What are the current obligations?
A claim for sexual harassment can be brought by workers against their employer because employers are vicariously liable for the actions of their workers when acts of harassment are carried out “in the course of employment”, regardless of whether the employer knows about or approves of those acts. This is usually defended by the employer arguing that it has taken “all reasonable steps” to prevent the harassment from taking place.
What are “reasonable steps”?
The draft guidance explains that what is reasonable will vary from employer to employer and it will depend on various factors like the employer’s size, the sector it operates in, and the risks present in that workplace.
Examples of steps you and your clients could take include:
• Having a sexual harassment policy.
• Training all staff on sexual harassment and what is considered to be unacceptable behaviour in the workplace, and how to keep themselves safe.

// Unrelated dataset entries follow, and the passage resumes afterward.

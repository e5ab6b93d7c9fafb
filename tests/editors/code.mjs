// Drives a host of the Visual Studio Code family in a browser without a window, with the packaged extension of
// editors/vscode: node code.mjs CHROMIUM VSIX. Screenshots of every step go to the folder of the artefacts.
// Must not configure anything that concerns the extension.

import { spawn, spawnSync } from "node:child_process";
import { mkdirSync, writeFileSync } from "node:fs";
import { createServer } from "node:net";
import { dirname, join } from "node:path";
import { fileURLToPath } from "node:url";
import { chromium } from "playwright-core";

const [browserPath, vsix] = process.argv.slice(2);
const { KIT, ARTEFACTS, HOME, LINE, CHARACTER } = process.env;
const PATIENCE = 30_000;
const host = fileURLToPath(new URL("node_modules/code-server/lib/vscode/out/server-main.js", import.meta.url));
const own = ["--accept-server-license-terms", "--user-data-dir", join(HOME, "user"), "--extensions-dir", join(HOME, "extensions")];

const step = (text) => console.log(`step: ${text}`);
const until = async (what, holds) => {
  const end = Date.now() + PATIENCE;
  while (Date.now() < end) {
    const found = await holds();
    if (found) {
      return found;
    }
    await new Promise((resolve) => setTimeout(resolve, 50));
  }
  throw new Error(`waited in vain for ${what}`);
};

/** Whether something comes to be seen within two seconds. */
const appears = (what) => what.waitFor({ timeout: 2000 }).then(() => true, () => false);

/** A port that nobody uses. */
const freePort = () =>
  new Promise((resolve) => {
    const probe = createServer().listen(0, "127.0.0.1", () => {
      const { port } = probe.address();
      probe.close(() => resolve(port));
    });
  });

function install() {
  mkdirSync(join(HOME, "user", "User"), { recursive: true });
  const quiet = { "workbench.startupEditor": "none", "telemetry.telemetryLevel": "off", "files.autoSave": "off", "workbench.tips.enabled": false };
  writeFileSync(join(HOME, "user", "User", "settings.json"), JSON.stringify(quiet));
  const done = spawnSync(process.execPath, [host, ...own, "--install-extension", vsix], { encoding: "utf8" });
  if (done.status !== 0) {
    throw new Error(`the extension does not install: ${done.stdout}${done.stderr}`);
  }
  step("the packaged extension installs");
}

async function start(port) {
  const server = spawn(process.execPath, [host, ...own, "--host", "127.0.0.1", "--port", String(port), "--without-connection-token"], { stdio: "ignore" });
  await until("the host", () => fetch(`http://127.0.0.1:${port}/version`).then((answer) => answer.ok, () => false));
  return server;
}

/** The page with what a person does on it. */
class Window {
  shots = 0;

  constructor(page) {
    this.page = page;
  }

  /** Keep what is seen. */
  async shot(name) {
    this.shots += 1;
    await this.page.screenshot({ path: join(ARTEFACTS, `code-${this.shots}-${name}.png`) });
  }

  /** Run a command by its name. The list goes away when the editor takes the focus late: then once more. */
  async palette(command) {
    const input = this.page.locator('.quick-input-widget input[type="text"]:visible');
    const row = this.page.locator(".quick-input-list .monaco-list-row", { hasText: command }).first();
    await until(`the command ${command}`, async () => {
      await this.page.keyboard.press("F1");
      const typed = (await appears(input)) && (await input.fill(`>${command}`, { timeout: 2000 }).then(() => true, () => false));
      return typed && (await appears(row));
    });
    await this.page.keyboard.press("Enter");
  }

  /** The rows of the Problems panel that are about something. */
  problems(text) {
    return this.page.locator(".markers-panel .monaco-list-row", { hasText: text });
  }

  /** The line of the editor that holds a text; the editor writes no plain spaces. */
  line(text) {
    return this.page.locator(".view-line", { hasText: new RegExp(text.replaceAll(" ", "\\s+")) }).first();
  }
}

async function drive(window) {
  const { page } = window;
  await page.locator(".monaco-workbench").waitFor();
  await page.getByRole("button", { name: "Yes, I trust the authors" }).click();
  await page.locator(".explorer-folders-view .monaco-list-row", { hasText: "kit.ampspec" }).dblclick();
  await page.keyboard.press("Control+Shift+M");
  const problem = window.problems("apparent power").first();
  await problem.waitFor();
  const place = `[Ln ${LINE}, Col ${CHARACTER}]`;
  const said = await problem.innerText();
  if (!said.includes(place) || !said.includes("syntax.unit")) {
    throw new Error(`the finding is not at ${place}: ${said}`);
  }
  step(`finding at ${place}: ${said.split("\n")[0]}`);
  await problem.dblclick();
  await page.locator(".squiggly-error").first().waitFor();
  step("a squiggle stands there");
  await window.shot("finding");

  await window.line("rail idle").waitFor();
  step(`a hint: ${(await window.line("rail idle").innerText()).trim().replace(/\s+/g, " ")}`);

  const key = window.line("bleeder").locator("span", { hasText: "bleeder" }).last();
  const hover = page.locator(".monaco-hover:visible", { hasText: "read by" });
  // an editor that is still busy drawing takes no notice of a mouse that came to rest
  await until("hover", async () => {
    await page.mouse.move(900, 300);
    await key.hover();
    return appears(hover.first());
  });
  step("hover explains bleeder");
  await window.shot("hover");
  await page.keyboard.press("Escape");

  await window.line("bleeder").locator("span", { hasText: /^VA$/ }).last().click();
  await page.keyboard.press("Control+.");
  const fix = page.locator(".action-widget .monaco-list-row.focused", { hasText: "write `3 W`" }).first();
  await fix.waitFor();
  await window.shot("quick-fix");
  await page.keyboard.press("Enter");
  await window.line("±5 % 3 W per rail").waitFor();
  step("quick fix: write `3 W`");
  await problem.waitFor({ state: "detached" });
  step("the finding clears");

  await window.palette("Format Document");
  await window.line("3300 ohm").waitFor();
  await page.keyboard.press("Control+S");
  await page.locator(".tab.dirty").waitFor({ state: "detached" });
  step("formatted and saved");
  await window.shot("sound");

  await page.keyboard.press("Control+End");
  const lens = page.locator(".codelens-decoration a", { hasText: /governed by .*, 0 unchecked/ }).first();
  await lens.waitFor();
  step(`a lens over the build: ${await lens.innerText()}`);
  await lens.click();
  const report = page.frameLocator("iframe.webview").frameLocator("iframe#active-frame").locator("body");
  await until("the report", async () => (await report.innerText().catch(() => "")).includes("thermal.sink"));
  step("the margin report opens beside the spec");
  await window.shot("margins");
  await window.palette("derate: Show Margins Beside");
  if ((await page.locator("iframe.webview").count()) !== 1) {
    throw new Error("a second report opens for the same spec");
  }
}

install();
const port = await freePort();
const server = await start(port);
const browser = await chromium.launch({ executablePath: browserPath, args: ["--no-sandbox"] });
const page = await browser.newPage({ viewport: { width: 1400, height: 900 } });
page.setDefaultTimeout(PATIENCE);
const window = new Window(page);
try {
  await page.goto(`http://127.0.0.1:${port}/?folder=${encodeURIComponent(dirname(KIT))}`);
  await drive(window);
} catch (problem) {
  console.log(`FAILED: ${problem.stack}`);
  await window.shot("failed");
  process.exitCode = 1;
} finally {
  await browser.close();
  server.kill();
  await until("the host to end", () => server.exitCode !== null || server.signalCode !== null);
}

• Assessing the risk of it happening in the workplace.
• Creating a culture of transparency where workers feel able to speak up and raise concerns without fear that they will not be taken seriously.
• Having a clear procedure in place so that workers know how they can report concerns and what steps will then be taken.
• Communicate that the business has a zero-tolerance approach to harassment.
This is not an exhaustive list, and any measures should be tailored to the specific organisation and regularly reviewed.
What happens if there is a breach of the new preventative duty?
Once in force, a complaint can be made to the EHRC which has the power to take enforcement action against your business and that of your clients. No allegations of sexual harassment are needed in order to raise this complaint.
If a claim of sexual harassment is brought in the employment tribunal, then the tribunal must consider if and to what extent the employer has complied with the preventative duty. If the employment tribunal finds that the preventative duty has been breached, it may increase the compensation awarded by up to 25%.